■ Problem to solve ■
Below are some records; quote exactly the lines from the one that contains "await reading;" through the one that contains "expect(submissions).toBeGreaterThanOrEqual(acked.length);", inclusive, and no others.

── Dataset extract

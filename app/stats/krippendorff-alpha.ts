/**
 * Krippendorff's alpha for nominal, ordinal and interval data, missing ratings as alpha defines.
 *
 * Krippendorff, K. (2004). Content Analysis: An Introduction to Its Methodology (2nd ed.), ch. 11.
 * Krippendorff, K. (2011). Computing Krippendorff's Alpha-Reliability. Annenberg School for
 *   Communication, University of Pennsylvania. https://repository.upenn.edu/asc_papers/43
 *
 * Units u (cases) get m_u values from the readers who scored them; readers who did not are simply
 * absent. Only pairable units (m_u ≥ 2) enter. With n_uc the number of values c in unit u:
 *
 *   coincidences  o_ck = Σ_u n_uc (n_uk − [c = k]) / (m_u − 1),   n_c = Σ_k o_ck,   n = Σ_c n_c
 *   α = 1 − D_o / D_e = 1 − (n − 1) Σ_ck o_ck δ²_ck / Σ_ck n_c n_k δ²_ck
 *
 * with the difference functions
 *   nominal   δ²_ck = [c ≠ k]
 *   interval  δ²_ck = (c − k)²
 *   ordinal   δ²_ck = (Σ_{g=c..k} n_g − (n_c + n_k)/2)²  =  (R_k − R_c)²,  R_c = Σ_{g<c} n_g + n_c/2
 *
 * (the rewrite of the ordinal difference as a difference of mid-ranks R is ours; it is the same
 * number). For any δ² = (v_c − v_k)² the unit sum Σ_ck n_uc n_uk δ²_ck equals
 * 2 m_u Σ_c n_uc v_c² − 2 (Σ_c n_uc v_c)², so every metric costs O(categories) per unit.
 *
 * Confidence interval: percentile bootstrap over units (./bootstrap.ts), units counted w_u times.
 * Note this resamples cases, not Krippendorff's (Hayes & Krippendorff 2007) resampling of
 * pairable values; it answers "how would alpha vary over other cases like these".
 *
 * α is undefined (NaN) when D_e = 0 (every pairable value the same) or no unit is pairable.
 */
import type { CategoryCounts } from './rating-matrix.ts';

export const ALPHA_LEVELS = ['nominal', 'ordinal', 'interval'] as const;
export type AlphaLevel = (typeof ALPHA_LEVELS)[number];

export interface KrippendorffAlpha {
  nominal: number;
  ordinal: number;
  interval: number;
  /** Pairable units (cases with at least two ratings). */
  units: number;
  /** Pairable values n. */
  values: number;
}

/** Σ_c n_c v_c and Σ_c n_c v_c² over a count vector: the pieces of every interval-type sum. */
function pairSum(counts: ArrayLike<number>, offset: number, v: ArrayLike<number>, q: number, m: number): number {
  let s1 = 0;
  let s2 = 0;
  for (let c = 0; c < q; c++) {
    const n = counts[offset + c];
    if (n === 0) continue;
    s1 += n * v[c];
    s2 += n * v[c] * v[c];
  }
  return 2 * m * s2 - 2 * s1 * s1;
}

/**
 * Alpha with unit u counted weights[u] times. The per-unit nominal and interval sums do not depend
 * on the weights and are computed once. The ordinal sum follows the resampled margins; it is split
 * as Σ_u w_u (2 m_u Σ_c n_uc R_c² − 2 (Σ_c n_uc R_c)²) / (m_u − 1)
 *   = 2 Σ_c R_c² B_c − 2 Σ_u w_u (Σ_c n_uc R_c)² / (m_u − 1),  B_c = Σ_u w_u m_u n_uc / (m_u − 1),
 * so that a unit costs two short passes. Mid-ranks are centred on n/2 (differences are unchanged)
 * to keep the subtraction accurate. `cc.categories` are the values, ascending.
 */
export function weightedAlpha(cc: CategoryCounts): (weights?: ArrayLike<number>) => KrippendorffAlpha {
  const q = cc.categories.length;
  const pairableList: number[] = [];
  for (let u = 0; u < cc.subjects; u++) if (cc.rated[u] >= 2) pairableList.push(u);
  const P = pairableList.length;
  const unit = Int32Array.from(pairableList);
  const counts = new Float64Array(P * q);
  const nominalTerm = new Float64Array(P);
  const intervalTerm = new Float64Array(P);
  const inverse = new Float64Array(P); // 1 / (m_u − 1)
  const ratio = new Float64Array(P); // m_u / (m_u − 1)
  for (let k = 0; k < P; k++) {
    const u = unit[k];
    const m = cc.rated[u];
    let squares = 0;
    for (let c = 0; c < q; c++) {
      const n = cc.counts[u * q + c];
      counts[k * q + c] = n;
      squares += n * n;
    }
    nominalTerm[k] = (m * m - squares) / (m - 1);
    intervalTerm[k] = pairSum(cc.counts, u * q, cc.categories, q, m) / (m - 1);
    inverse[k] = 1 / (m - 1);
    ratio[k] = m / (m - 1);
  }
  const marg = new Float64Array(q);
  const bsum = new Float64Array(q);
  const ranks = new Float64Array(q);
  // Complete designs give every unit the same m: then B_c is m/(m−1) times the margin.
  const sameRatio = P > 0 && ratio.every((r) => r === ratio[0]) ? ratio[0] : null;
  const ones = new Float64Array(cc.subjects).fill(1);
  return (weights = ones) => {
    marg.fill(0);
    bsum.fill(0);
    let units = 0;
    let observedNominal = 0;
    let observedInterval = 0;
    for (let k = 0; k < P; k++) {
      const w = weights[unit[k]];
      if (w === 0) continue;
      units += w;
      const base = k * q;
      for (let c = 0; c < q; c++) marg[c] += w * counts[base + c];
      if (sameRatio === null) {
        const f = w * ratio[k];
        for (let c = 0; c < q; c++) bsum[c] += f * counts[base + c];
      }
      observedNominal += w * nominalTerm[k];
      observedInterval += w * intervalTerm[k];
    }
    if (sameRatio !== null) for (let c = 0; c < q; c++) bsum[c] = sameRatio * marg[c];
    if (units === 0) return { nominal: Number.NaN, ordinal: Number.NaN, interval: Number.NaN, units: 0, values: 0 };
    let n = 0;
    let squares = 0;
    for (let c = 0; c < q; c++) {
      n += marg[c];
      squares += marg[c] * marg[c];
    }
    // Mid-ranks of the categories in the pooled pairable values, centred.
    let below = 0;
    let rankSquares = 0;
    for (let c = 0; c < q; c++) {
      ranks[c] = below + marg[c] / 2 - n / 2;
      below += marg[c];
      rankSquares += ranks[c] * ranks[c] * bsum[c];
    }
    let cross = 0;
    for (let k = 0; k < P; k++) {
      const w = weights[unit[k]];
      if (w === 0) continue;
      const base = k * q;
      let s1 = 0;
      for (let c = 0; c < q; c++) s1 += counts[base + c] * ranks[c];
      cross += w * inverse[k] * s1 * s1;
    }
    const observedOrdinal = 2 * rankSquares - 2 * cross;
    const expectedNominal = n * n - squares;
    const expectedInterval = pairSum(marg, 0, cc.categories, q, n);
    const expectedOrdinal = pairSum(marg, 0, ranks, q, n);
    const alpha = (observed: number, expected: number): number => (expected === 0 ? Number.NaN : 1 - ((n - 1) * observed) / expected);
    return {
      nominal: alpha(observedNominal, expectedNominal),
      ordinal: alpha(observedOrdinal, expectedOrdinal),
      interval: alpha(observedInterval, expectedInterval),
      units,
      values: n,
    };
  };
}

/** Alpha with unit u counted weights[u] times (all once without weights). */
export function krippendorffAlphaWeighted(cc: CategoryCounts, weights?: ArrayLike<number>): KrippendorffAlpha {
  return weightedAlpha(cc)(weights);
}

/** Alpha of per-unit category counts, every unit once. */
export function krippendorffAlpha(cc: CategoryCounts): KrippendorffAlpha {
  return krippendorffAlphaWeighted(cc);
}
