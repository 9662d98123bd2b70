/**
 * Crash safety: a scripted reading through the localhost host, the host killed with SIGKILL at
 * random moments 20 times. After every kill, every acknowledged answer is in the reader database
 * and `PRAGMA integrity_check` is ok; at the end the reading room reopens at the first item
 * without an answer.
 *
 * The next hosts are started while the current one reads; each touches the answer database only
 * at its first call, after the kill. Every submission carries a unique, increasing `seconds`
 * value, so each acknowledged one can be found again, and so can the score in force right after
 * it: the latest revision written at or before it. (Veil writes a revision only for a score that
 * changed, and a submission cut off by a kill changes nothing, so an acknowledged score may
 * already be in force from an earlier submission.)
 * The kit allows revisits and one item is never answered, so the session stays open and the
 * scores keep changing.
 */
import { expect, test } from '@playwright/test';
import Database from 'better-sqlite3';
import { existsSync } from 'node:fs';
import { join } from 'node:path';
import { serve, type ServedStudy } from './host.ts';
import { makeStudy } from './study.ts';

const KILLS = 20;

/** A small seeded generator (Park-Miller), so a failing run can be repeated. */
function random(seed: number): () => number {
  let s = seed % 2147483647 || 1;
  return () => (s = (s * 48271) % 2147483647) / 2147483647;
}

interface Ack { itemId: string; seconds: number; scores: Record<string, number> }

async function call(host: ServedStudy, op: string, body: unknown): Promise<unknown> {
  const res = await fetch(`${host.origin}/api/${op}`, {
    method: 'POST',
    headers: { 'Content-Type': 'application/json', Authorization: `Bearer ${host.token}` },
    body: JSON.stringify(body),
  });
  if (!res.ok) throw new Error(`${op}: ${res.status} ${await res.text()}`);
  return res.json();
}

/**
 * The answer database with its tables, or null when the kill came before they were committed, so
 * that nothing can have been acknowledged yet: no file (the kit was never opened); a rollback
 * journal beside it (killed before the switch to WAL; the next host rolls it back, which this
 * read-only check cannot); or a file whose migrations had not committed (each is one transaction;
 * the next host finishes them).
 */
function committedDatabase(file: string): Database.Database | null {
  if (!existsSync(file) || existsSync(`${file}-journal`)) return null;
  const db = new Database(file, { readonly: true });
  expect(db.pragma('integrity_check', { simple: true })).toBe('ok');
  const tables = db.prepare("SELECT COUNT(*) AS n FROM sqlite_master WHERE type = 'table' AND name IN ('answer', 'submission')").get() as { n: number };
  if (tables.n === 2) return db;
  db.close();
  return null;
}

function checkDatabase(file: string, acked: Ack[]): { submissions: number } {
  const db = committedDatabase(file);
  if (!db) {
    expect(acked).toEqual([]);
    return { submissions: 0 };
  }
  try {
    const inForce = db.prepare('SELECT score FROM answer WHERE item_id = ? AND question_id = ? AND seconds <= ? ORDER BY seconds DESC LIMIT 1');
    const submission = db.prepare('SELECT COUNT(*) AS n FROM submission WHERE item_id = ? AND seconds = ?');
    for (const a of acked) {
      expect((submission.get(a.itemId, a.seconds) as { n: number }).n, `submission ${a.seconds} of ${a.itemId}`).toBe(1);
      for (const [q, score] of Object.entries(a.scores)) {
        expect(inForce.get(a.itemId, q, a.seconds), `${q} in force after submission ${a.seconds}`).toEqual({ score });
      }
    }
    return { submissions: (db.prepare('SELECT COUNT(*) AS n FROM submission').get() as { n: number }).n };
  } finally {
    db.close();
  }
}

test('no acknowledged answer is lost when the host is killed at random moments', async ({ page }) => {
  test.setTimeout(150_000);
  const dir = makeStudy({
    questions: `questions:
  - {id: sharpness, text: How sharp?, scale: {points: 5, low: Blurred, high: Crisp}}
  - {id: noise, text: How clean?, scale: {points: 4, low: Noisy, high: Clean}}`,
    design: '  sessions: 1\n  revisits: true',
    cases: 4,
    size: 32,
    slices: 2,
  });
  const dbFile = join(dir, 'kits', 'R1', 'answers.sqlite');
  const seed = Date.now() % 100_000;
  const rnd = random(seed);
  test.info().annotations.push({ type: 'seed', description: String(seed) });
  const acked: Ack[] = [];
  let n = 0;
  let items: string[] = [];
  let inFlightAtKill = 0;
  let minimumAcks = 0;

  // The next hosts start while the current one reads: a host opens the answer database (and
  // takes over the lock left by a killed one) only at its first call.
  const pool = [serve(dir), serve(dir)];
  for (let k = 0; k < KILLS; k++) {
    const host = await pool.shift()!;
    pool.push(serve(dir));
    let killed = false;
    // The moment: after a random number of saved answers (0 to 5, so also while the kit opens),
    // then a random 0-40 ms into the next save.
    const target = Math.floor(rnd() * 6);
    let ackedHere = 0;
    let reached!: () => void;
    const targetReached = new Promise<void>((r) => { reached = r; });
    if (target === 0) reached();
    const reading = (async () => {
      // The reading, as the reading room does it: open the kit, then save items 1..7 again and
      // again with changing scores; item 8 stays unanswered.
      try {
        const kit = (await call(host, 'openKit', { reader: 'R1' })) as { items: { id: string }[] };
        items = kit.items.map((i) => i.id);
      } catch (e) {
        if (!killed) throw new Error(`openKit failed before the kill: ${(e as Error).message}`);
        return;
      }
      while (!killed) {
        n++;
        const itemId = items[n % (items.length - 1)];
        const scores = { sharpness: 1 + (n % 5), noise: 1 + (n % 4) };
        const seconds = n / 10;
        try {
          await call(host, 'submitAnswer', { reader: 'R1', itemId, scores, seconds });
          acked.push({ itemId, seconds, scores });
          if (++ackedHere === target) reached();
        } catch (e) {
          if (!killed) throw new Error(`submission ${n} failed before the kill: ${(e as Error).message}`);
          inFlightAtKill++;
        }
      }
    })();
    await Promise.race([targetReached, reading]);
    await new Promise((r) => setTimeout(r, rnd() * 40));
    minimumAcks += target;
    killed = true;
    host.process.kill('SIGKILL');
    await reading;
    await new Promise<void>((r) => (host.process.exitCode !== null || host.process.signalCode !== null ? r() : host.process.once('exit', () => r())));
    const { submissions } = checkDatabase(dbFile, acked);
    // Besides the acknowledged ones, at most the one in flight at each kill was committed.
    expect(submissions).toBeGreaterThanOrEqual(acked.length);
    expect(submissions).toBeLessThanOrEqual(acked.length + k + 1);
  }
  // The kills did land during the reading: answers were acknowledged, and some were cut off in flight.
  expect(acked.length).toBeGreaterThanOrEqual(minimumAcks);
  expect(inFlightAtKill).toBeGreaterThan(0);

  // The reading room reopens at the first item without an answer, every saved one counted.
  const [host, spare] = await Promise.all(pool);
  await spare.stop();
  try {
    await page.goto(`${host.url}#/read/R1`);
    await expect(page.getByTestId('display-check-confirm')).toBeFocused();
    await page.keyboard.press('Enter');
    await expect(page.getByTestId('progress-text')).toHaveText(`Item ${items.length} of ${items.length}`);
    await expect(page.getByText(`${items.length - 1} scored`)).toBeVisible();
  } finally {
    await host.stop();
  }
});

────

■ Task output ■
    await reading;
    await new Promise<void>((r) => (host.process.exitCode !== null || host.process.signalCode !== null ? r() : host.process.once('exit', () => r())));
    const { submissions } = checkDatabase(dbFile, acked);
    // Besides the acknowledged ones, at most the one in flight at each kill was committed.
    expect(submissions).toBeGreaterThanOrEqual(acked.length);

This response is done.